Fitou-o apaixonadamente. Durking não reparou porque naquele momento fazia uma introspeção. Os seus sentimentos debatiam-se em luta feroz. Por um lado, a vontade de libertar Doris, de castigar o odioso homem; de render tributo ao amor que a jovem lhe inspirava. Por outro, a convicção de que seria inútil a vontade de se colocar acima daquela paixão e reintegrar-se noutro ambiente mais puro. Este último venceu.
—Lamento, Jayne, lamento de verdade. Não encontro a solução para este problema.
A artista exteriorizou o seu desapontamento.
—Julguei que lhe quisesse mais do que na realidade lhe quer...

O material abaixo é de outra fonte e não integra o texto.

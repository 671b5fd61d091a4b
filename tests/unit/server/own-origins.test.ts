import { describe, expect, it } from 'vitest'
import { readSettings } from '../../../server/config'
import { ownOrigins } from '../../../server/utils/foreign-origin'

const settings = readSettings({ DATABASE_URL: 'postgres://x@127.0.0.1/x', STORAGE_DIR: '/tmp', NUXT_SESSION_PASSWORD: 'x'.repeat(32), IMAGE_CHILD_PROGRAM: 'x' })

describe('our own origin', () => {
  it('is the configured address alone, without its path', () => {
    expect([...ownOrigins({ ...settings, NUXT_PUBLIC_URL: 'https://prints.example/studio' })]).toEqual(['https://prints.example'])
  })
  it('is loopback at our port where none is configured', () => {
    const origins = ownOrigins({ ...settings, NUXT_PUBLIC_URL: undefined, HOST: '0.0.0.0', PORT: 3000 })
    expect([...origins]).toEqual(['http://127.0.0.1:3000', 'http://localhost:3000', 'http://[::1]:3000'])
  })
  it('includes the one address that is listened on', () => {
    expect(ownOrigins({ ...settings, NUXT_PUBLIC_URL: undefined, HOST: '192.0.2.7', PORT: 80 })).toContain('http://192.0.2.7')
    expect(ownOrigins({ ...settings, NUXT_PUBLIC_URL: undefined, HOST: '2001:db8::1', PORT: 3000 })).toContain('http://[2001:db8::1]:3000')
  })
})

—Já lhe disse que só me inspira simpatia, afeição... —voltou a mentir. —Mas mesmo que a amasse, a minha resolução seria idêntica. Eu não posso salvar ninguém, contra a sua vontade. Um novo acto violento contra Egan, tornaria este um adorável mártir, aos olhos de Doris.
—Então...?
—Voltarei as costas a tudo. Depois de amanhã, abandono São Francisco.
Jayne levantou-se.
—Não o incomodo mais, Dr. Durking.
—Renuncia a tratar-me pelo meu nome próprio?
—Deseja que continue? Agora que sabe tudo?
— Com maior motivo, agora que o sei. A minha mão esteve sempre estendida aos infelizes.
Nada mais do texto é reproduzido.